Summer Paralympics appearances (overview)
- 2012; 2016; 2020; 2024;

= Virgin Islands at the 2016 Summer Paralympics =

The United States Virgin Islands (USVI) sent a delegation to compete at the 2016 Summer Paralympics in Rio de Janeiro, Brazil, from 7–18 September 2016. This was the Virgin Islands' second time competing at a Summer Paralympic Games. They were represented by one athlete, Ivan Espinosa, who contested one event, the men's 1500 meters T37. In that event, he came in 8th place.

==Background==
The United States Virgin Islands made their second Paralympics appearance in Rio de Janeiro, with their Paralympic Games debut occurring four years prior in the 2012 Summer Paralympics in London. In contrast, the Virgin Islands have been competing at the Olympic Games since the 1968 Summer Olympics. The 2016 Summer Paralympics were held from 7–18 September 2016 with a total of 4,328 athletes representing 159 National Paralympic Committees taking part. The USVI sent one competitor to Rio, in track and field, Ivan Espinosa. He was chosen as the flag bearer for the opening ceremony.

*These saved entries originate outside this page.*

// bine catalog list|show|check: browse the variety data and validate any of our files.
#include <fmt/format.h>

#include <memory>

#include "cli/commands.hpp"
#include "engine/lot_allocation.hpp"
#include "io/compiled_catalog.hpp"
#include "io/loaders.hpp"
#include "model/catalog_lookup.hpp"
#include "model/errors.hpp"
#include "report/catalog_report.hpp"

namespace bine::cli {
namespace {

struct CatalogOptions {
  bool json = false;
  bool csv = false;
  std::string name;
  std::vector<std::string> files;
  std::string stock;  // check: where the lots recipes name are looked up (besides stock files checked)
};

void run_list(const Console& console, const GlobalOptions& globals, const CatalogOptions& options) {
  const Printed printed = printed_as(options.json, options.csv);
  const DataSet data = load_data(globals, console);
  print_result(
      console, printed, data, [&] { return catalog_to_json(data.catalog); },
      [&] { return catalog_to_csv(data.catalog, data.lexicon); },
      [&](std::ostream& out) { render_catalog_list(out, data.catalog, data.lexicon); });
}

void run_show(const Console& console, const GlobalOptions& globals, const CatalogOptions& options) {
  const DataSet data = load_data(globals, console);
  const Variety& variety = require_variety(data.catalog, options.name, "catalog show");
  print_result(
      console, options.json, data, [&] { return variety_to_json(variety); },
      [&](std::ostream& out) { render_variety(out, variety, data.lexicon); });
}

/// The lots the recipes name, looked up in the stock files (a lot-only addition needs one).
void check_named_lots(const std::vector<std::string>& recipes, const std::vector<std::string>& stocks,
                      std::vector<std::string>& problems) {
  std::vector<Lot> lots;
  for (const auto& file : stocks) {
    try {
      const Stock stock = load_stock(file);
      lots.insert(lots.end(), stock.lots.begin(), stock.lots.end());
    } catch (const InputError& error) {
      problems.insert(problems.end(), error.lines().begin(), error.lines().end());
    }
  }
  for (const auto& file : recipes) {
    try {
      const Recipe recipe = load_recipe(file);
      if (stocks.empty())
        require_stock_for_lot_only(recipe);
      else
        with_lot_varieties(recipe, lots, fmt::format("{}", fmt::join(stocks, ", ")));
    } catch (const InputError& error) {
      for (const auto& line : error.lines())
        problems.push_back(stocks.empty() ? line + " (give --stock FILE, or check the stock file with it)" : line);
    }
  }
}

void run_check(const Console& console, const GlobalOptions& globals, const CatalogOptions& options) {
  // The lexicon is needed to check aroma axes; the catalogs themselves are not loaded.
  const std::filesystem::path data_dir = resolve_data_dir(globals.data);
  const Lexicon lexicon = load_lexicon(data_dir / "lexicon.json");
  std::vector<std::string> problems;
  std::vector<std::string> recipes;
  std::vector<std::string> stocks;
  if (!options.stock.empty()) stocks.push_back(options.stock);
  for (const auto& file : options.files) {
    try {
      if (is_compiled_catalog(file)) {
        std::vector<std::string> unchecked;
        const CompiledCatalog compiled(file);
        const std::string why = compiled.staleness(data_dir, unchecked);
        if (why.empty())
          console.out << fmt::format("{}: ok (compiled catalog, {} varieties, {})\n", file, compiled.size(),
                                     unchecked.empty() ? "matches its sources" : "sources not found to check");
        else
          problems.push_back(fmt::format("{}: stale compiled catalog ({}; compile it again)", file, why));
        continue;
      }
      const FileKind kind = check_file(file, lexicon);
      if (kind == FileKind::recipe) recipes.push_back(file);
      if (kind == FileKind::stock && file != options.stock) stocks.push_back(file);
      console.out << fmt::format("{}: ok ({})\n", file, to_string(kind));
    } catch (const InputError& error) {
      problems.insert(problems.end(), error.lines().begin(), error.lines().end());
    }
  }
  check_named_lots(recipes, stocks, problems);
  if (!problems.empty()) throw InputError(problems);
}

}  // namespace

void setup_catalog_command(CLI::App& app, const GlobalOptions& globals, CommandTable& commands) {
  auto options = std::make_shared<CatalogOptions>();
  auto* catalog = app.add_subcommand("catalog", "browse the variety catalogs and check files");
  catalog->require_subcommand(1);
  catalog->footer(
      "Examples:\n"
      "  bine catalog list\n"
      "  bine catalog list --csv\n"
      "  bine catalog show \"clairiere douce\"\n"
      "  bine --catalog my-hops.json catalog check my-hops.json stock.json recipe.json\n"
      "  bine catalog compile merchant-1.json merchant-2.json --out merchant.bine");

  auto* list = catalog->add_subcommand("list", "list every variety (shipped and --catalog files)");
  list->add_flag("--json", options->json, "print JSON: {\"varieties\": [...]}");
  list->add_flag("--csv", options->csv,
                 "print one CSV table for spreadsheets: a row per variety, units in the headers, "
                 "ranges as min and max columns (save it: > varieties.csv)");
  list->footer("Examples:\n  bine catalog list\n  bine catalog list --csv");
  commands.add(list, [&globals, options](const Console& console) { run_list(console, globals, *options); });

  auto* show = catalog->add_subcommand("show", "show one variety in full");
  show->add_option("NAME", options->name, "variety name (case and accents do not matter)")->required();
  show->add_flag("--json", options->json, "print JSON");
  commands.add(show, [&globals, options](const Console& console) { run_show(console, globals, *options); });

  auto* check = catalog->add_subcommand("check", "validate catalog, stock, recipe or lexicon files");
  check->add_option("FILE", options->files, "files to check")->required();
  check->add_option("--stock", options->stock,
                    "look up the lots recipes name in this stock file (stock files among FILE count too)");
  commands.add(check, [&globals, options](const Console& console) { run_check(console, globals, *options); });

  setup_catalog_compile_command(*catalog, globals, commands);
}

}  // namespace bine::cli
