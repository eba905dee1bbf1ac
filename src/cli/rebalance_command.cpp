// bine rebalance RECIPE: what to weigh out when the lots on the shelf are not the lots the recipe
// was written for.
#include <fmt/format.h>

#include <filesystem>
#include <iostream>
#include <memory>

#include "cli/brew_day_option.hpp"
#include "cli/commands.hpp"
#include "engine/rebalance.hpp"
#include "io/file_io.hpp"
#include "io/limits.hpp"
#include "io/loaders.hpp"
#include "model/errors.hpp"
#include "model/names.hpp"
#include "report/rebalance_report.hpp"
#include "report/timings.hpp"

namespace bine::cli {
namespace {

struct RebalanceOptions {
  std::string recipe;
  std::vector<std::string> lots;  // "VARIETY=ALPHA%[,oil=ML]"
  std::string stock;
  std::string on;
  std::string model = "tinseth";
  bool json = false;
  std::string write;
};

constexpr std::string_view kLotForm = "VARIETY=ALPHA%[,oil=ML], such as \"Tidewell=7.9%,oil=1.4\"";

std::string trim(std::string text) {
  text.erase(0, text.find_first_not_of(' '));
  text.erase(text.find_last_not_of(' ') + 1);
  return text;
}

// One --lot value; problems go to `problems`.
std::optional<ReplacementLot> parse_lot(const std::string& text, const Recipe& recipe,
                                        std::vector<std::string>& problems) {
  const auto equals = text.find('=');
  if (equals == std::string::npos || trim(text.substr(0, equals)).empty()) {
    problems.push_back(fmt::format("--lot: \"{}\": no variety or no alpha acid (expected {})", text, kLotForm));
    return std::nullopt;
  }
  ReplacementLot lot;
  lot.variety = trim(text.substr(0, equals));
  if (!recipe_uses_variety(recipe, lot.variety)) {
    std::vector<std::string> used;
    for (const auto& hop : recipe.hops)
      if (!hop.variety.empty() && std::find(used.begin(), used.end(), hop.variety) == used.end())
        used.push_back(hop.variety);
    const std::string hint = did_you_mean(lot.variety, used);
    problems.push_back(fmt::format("--lot: \"{}\": the recipe does not use {} ({}the recipe uses {})", text,
                                   lot.variety, hint.empty() ? "" : hint + "; ", fmt::join(used, ", ")));
    return std::nullopt;
  }
  std::string rest = text.substr(equals + 1);
  bool ok = true;
  bool first = true;
  while (true) {
    const auto comma = rest.find(',');
    const std::string part = trim(rest.substr(0, comma));
    if (first) {
      if (auto alpha =
              read_option_quantity("--lot \"" + text + "\"", part, Dimension::percent, limits::alpha_acid, problems))
        lot.alpha_percent = *alpha;
      else
        ok = false;
      first = false;
    } else if (part.rfind("oil=", 0) == 0) {
      if (auto oil = read_option_quantity("--lot \"" + text + "\"", part.substr(4), Dimension::oil_content,
                                          limits::total_oil, problems))
        lot.total_oil = *oil;
      else
        ok = false;
    } else {
      problems.push_back(fmt::format("--lot: \"{}\": unknown part \"{}\" (expected {})", text, part, kLotForm));
      ok = false;
    }
    if (comma == std::string::npos) break;
    rest = rest.substr(comma + 1);
  }
  if (!ok) return std::nullopt;
  return lot;
}

struct Plan {
  BitternessSettings settings;
  BrewDay on;
};

/// Every option conflict, one line each.
Plan validate(const RebalanceOptions& options) {
  std::vector<std::string> problems;
  Plan plan;
  if (auto model = ibu_model_from(options.model))
    plan.settings.model = *model;
  else
    problems.push_back(fmt::format("--model: \"{}\": unknown model (expected tinseth or rager)", options.model));
  if (options.lots.empty() == options.stock.empty())
    problems.emplace_back(options.lots.empty()
                              ? "--lot, --stock: neither given (expected --lot VARIETY=ALPHA% ... or --stock FILE)"
                              : "--lot, --stock: both given (expected one: --lot for lots you name, --stock to take "
                                "them from your cold store)");
  try {
    plan.on = brew_day_from_option(options.on);
  } catch (const InputError& e) {
    problems.insert(problems.end(), e.lines().begin(), e.lines().end());
  }
  if (!problems.empty()) throw InputError(problems);
  return plan;
}

std::vector<ReplacementLot> lots_from_options(const RebalanceOptions& options, const Recipe& recipe) {
  std::vector<std::string> problems;
  std::vector<ReplacementLot> lots;
  for (const auto& text : options.lots) {
    auto lot = parse_lot(text, recipe, problems);
    if (!lot) continue;
    for (const auto& earlier : lots)
      if (fold_name(earlier.variety) == fold_name(lot->variety))
        problems.push_back(
            fmt::format("--lot: \"{}\": {} is given twice (expected one --lot per variety)", text, lot->variety));
    lots.push_back(std::move(*lot));
  }
  if (!problems.empty()) throw InputError(problems);
  return lots;
}

void run_rebalance(const GlobalOptions& globals, const RebalanceOptions& options) {
  const Plan plan = validate(options);
  // 1. Load: catalogs, the recipe, and the lots (named, or from the stock file aged to brew day).
  const DataSet data = [&] {
    PhaseTimer timer(globals.timings, "load data");
    return globals.load();
  }();
  const Recipe recipe = load_recipe(options.recipe);
  RebalanceContext context;
  context.on = plan.on.date;
  context.on_from_clock = plan.on.from_clock;
  context.from_stock = !options.stock.empty();
  std::vector<std::string> stock_notes;
  if (context.from_stock)
    context.lots = lots_from_stock(recipe, load_stock(options.stock), data.catalog, plan.on.date, stock_notes);
  else
    context.lots = lots_from_options(options, recipe);
  // 2. Rebalance.
  RebalanceResult result = [&] {
    PhaseTimer timer(globals.timings, "rebalance");
    return rebalance(recipe, context.lots, data.catalog, plan.settings);
  }();
  result.notes.insert(result.notes.begin(), stock_notes.begin(), stock_notes.end());
  // 3. Save the recipe to brew, if asked, then render.
  if (!options.write.empty()) {
    write_file_atomically(options.write, recipe_to_json(result.recipe_after).dump(2) + "\n");
    result.notes.push_back(fmt::format("rebalanced recipe written to {}", options.write));
  }
  if (options.json)
    std::cout << rebalance_to_json(recipe, context, result).dump(2) << '\n';
  else
    render_rebalance(std::cout, recipe, context, result, globals.unit_system());
}

}  // namespace

void setup_rebalance_command(CLI::App& app, const GlobalOptions& globals) {
  auto options = std::make_shared<RebalanceOptions>();
  auto* rebalance = app.add_subcommand("rebalance",
                                       "new grams for a recipe when the lots' alpha (or oil) differ, "
                                       "holding the recipe's IBU");
  rebalance->add_option("RECIPE", options->recipe, "recipe file (JSON)")->required();
  rebalance->add_option("--lot", options->lots, "a lot to brew with: VARIETY=ALPHA%[,oil=ML] (repeatable)");
  rebalance->add_option("--stock", options->stock, "take each variety's lot from this stock file (most on hand)");
  rebalance->add_option("--on", options->on, "brew day, YYYY-MM-DD, to age stock lots to (default: today)");
  rebalance->add_option("--model", options->model, "tinseth (default) or rager");
  rebalance->add_flag("--json", options->json, "print JSON (canonical units)");
  rebalance->add_option("--write", options->write, "save the rebalanced recipe to this file (written atomically)");
  rebalance->footer(
      "Examples:\n"
      "  bine rebalance pale-ale.json --lot \"Keelstone=14.9%\" --lot \"Tidewell=7.9%,oil=1.4\"\n"
      "  bine rebalance pale-ale.json --stock stock.json --on 2026-12-01\n"
      "  bine rebalance pale-ale.json --stock stock.json --on 2026-12-01 --write pale-ale-dec.json\n"
      "Boil and first-wort additions hold their IBU; whirlpool and dry-hop additions hold their oil (else\n"
      "grams) and the largest boil addition absorbs the IBU change.");
  rebalance->callback([&globals, options] { run_rebalance(globals, *options); });
}

}  // namespace bine::cli
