void setup_blend_command(CLI::App& app, const GlobalOptions& globals, CommandTable& commands) {
  auto options = std::make_shared<BlendOptions>();
  auto* blend = app.add_subcommand("blend", "design late hops to a target aroma while holding the recipe's IBU");
  blend->add_option("--target", options->target, "aroma to aim at, axis=intensity 0-5 (e.g. \"floral=4,citrus=4\")");
  blend->add_option("--like", options->like, "aim at this variety's aroma (the variety itself is left out)");
  blend->add_option("--recipe", options->recipe,
                    "recipe file (bine JSON or BeerXML): volume, gravity, IBU; its late hops are replaced");
  add_recipe_file_options(blend, options->recipe_file);
  add_bitterness_options(blend, options->bitterness);
  add_alpha_tolerance_option(blend, options->alpha_tolerance);
  blend->add_option("--stock", options->stock,
                    "stock file: blend only lots on hand, within their amounts, aged to the brew day");
  add_cellar_options(blend, options->cellar, true);
  blend->add_option("--max-varieties", options->max_varieties, "at most this many varieties or lots (default 3)");
  blend->add_option("--rate", options->rate,
                    "total late hops per volume: g/L, oz/gal or lb/bbl (default: the recipe's own late grams, "
                    "else 4g/L)");
  blend->add_option("--oil-dose", options->oil_dose,
                    "or fix the oil delivered: mL of oil per hL of wort, or \"recipe\" for the oil the recipe's "
                    "late hops deliver");
  blend->add_option("--split", options->split, "whirlpool share of the late hops 0-1 (default the recipe's, else 0.3)");
  blend->add_option("--ibu", options->ibu, "IBU to hold (default the recipe's target_ibu, else its current total)");
  blend->add_option("--bittering", options->bittering,
                    "bittering variety re-solved to hold IBU (default the recipe's largest boil addition)");
  blend->add_flag("--no-bittering", options->no_bittering, "no bittering charge: the late hops must give the IBU");
  blend->add_option("--others", options->others,
                    "weight of the axes the target does not name, aimed at 0 (default 0.25)");
  blend->add_option("--volume", options->volume, "batch volume without --recipe (e.g. 20L)");
  blend->add_option("--gravity", options->gravity, "boil gravity without --recipe (default 1.050)");
  blend->add_flag("--json", options->json, "print JSON (canonical units: g, C, min)");
  add_html_option(blend, options->html);
  blend->add_option("--write", options->write, "write the recipe with the new late hops and bittering charge")
      ->check(output_file_name());
  blend->footer(
      "Examples:\n"
      "  bine blend --target \"floral=4,citrus=4\" --recipe pale-ale.json --stock stock.json\n"
      "  bine blend --like Tidewell --recipe pale-ale.json --max-varieties 2 --json\n"
      "  bine blend --like Tidewell --recipe pale-ale.json --stock stock.json --on 2026-12-01 --allow-stale\n"
      "  bine blend --target \"tropical=4,stone-fruit=3\" --volume 20L --ibu 30 --bittering Keelstone --rate 6g/L\n"
      "  bine --units us blend --target \"tropical=4\" --volume 5gal --ibu 8 --no-bittering --split 0.5 --rate "
      "1oz/gal\n"
      "With --no-bittering only the whirlpool share of the late hops bitters: a whirlpool at 80 C gives a few\n"
      "IBU per 100 g in 20 L, so ask for an IBU the whirlpool can reach (or raise --split).\n"
      "The blend's aroma is the oil-weighted mean of its hops' profiles (a linear first approximation).\n"
      "Every IBU comes with its 90 % interval (alpha range or certificate, ageing, brewhouse factor).");
  commands.add(
      blend, [&globals, options](const Console& console) { run_blend(console, globals, parse_blend_args(*options)); });
}

}  // namespace bine::cli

==Disability classifications==

Every participant at the Paralympics has their disability grouped into one of five disability categories: amputation, which may be congenital or sustained through injury or illness; cerebral palsy; wheelchair athletes, though there is often overlap between this and other categories; visual impairment, including blindness; and Les autres, which is any physical disability that does not fall strictly under one of the other categories, like dwarfism or multiple sclerosis. Each Paralympic sport then has its own classifications, dependent upon the specific physical demands of competition. Events are given a code, made of numbers and letters, describing the type of event and classification of the athletes competing. Some sports, such as athletics, divide athletes by both the category and severity of their disabilities. Other sports, for example swimming, group competitors from different categories together, the only separation being based on the severity of the disability.

==Athletics==

Espinosa was 34 years old at the time of the Rio Paralympics, and these Paralympics were his second significant international competition, after the 2015 Parapan American Games. He has cerebral palsy and is classified as T37. The International Paralympic Committee describes T37 as athletes that "have moderate hypertonia, ataxia or athetosis in one half of the body. The other side of the body may be minimally affected but always demonstrates good functional ability in running. Arm action is asymmetrical. Some trunk asymmetry is usually evident." On 11 September, Espinosa took part in the men's 1500 meters T37. He finished in a time of 5 minutes and 7 seconds, which put him in 8th and last place. Michael McKillop of Ireland won the gold medal in a time of 4 minutes and 12.11 seconds; the silver medal was won by Liam Stanley of Canada, and the bronze by Madjid Djemai of Algeria.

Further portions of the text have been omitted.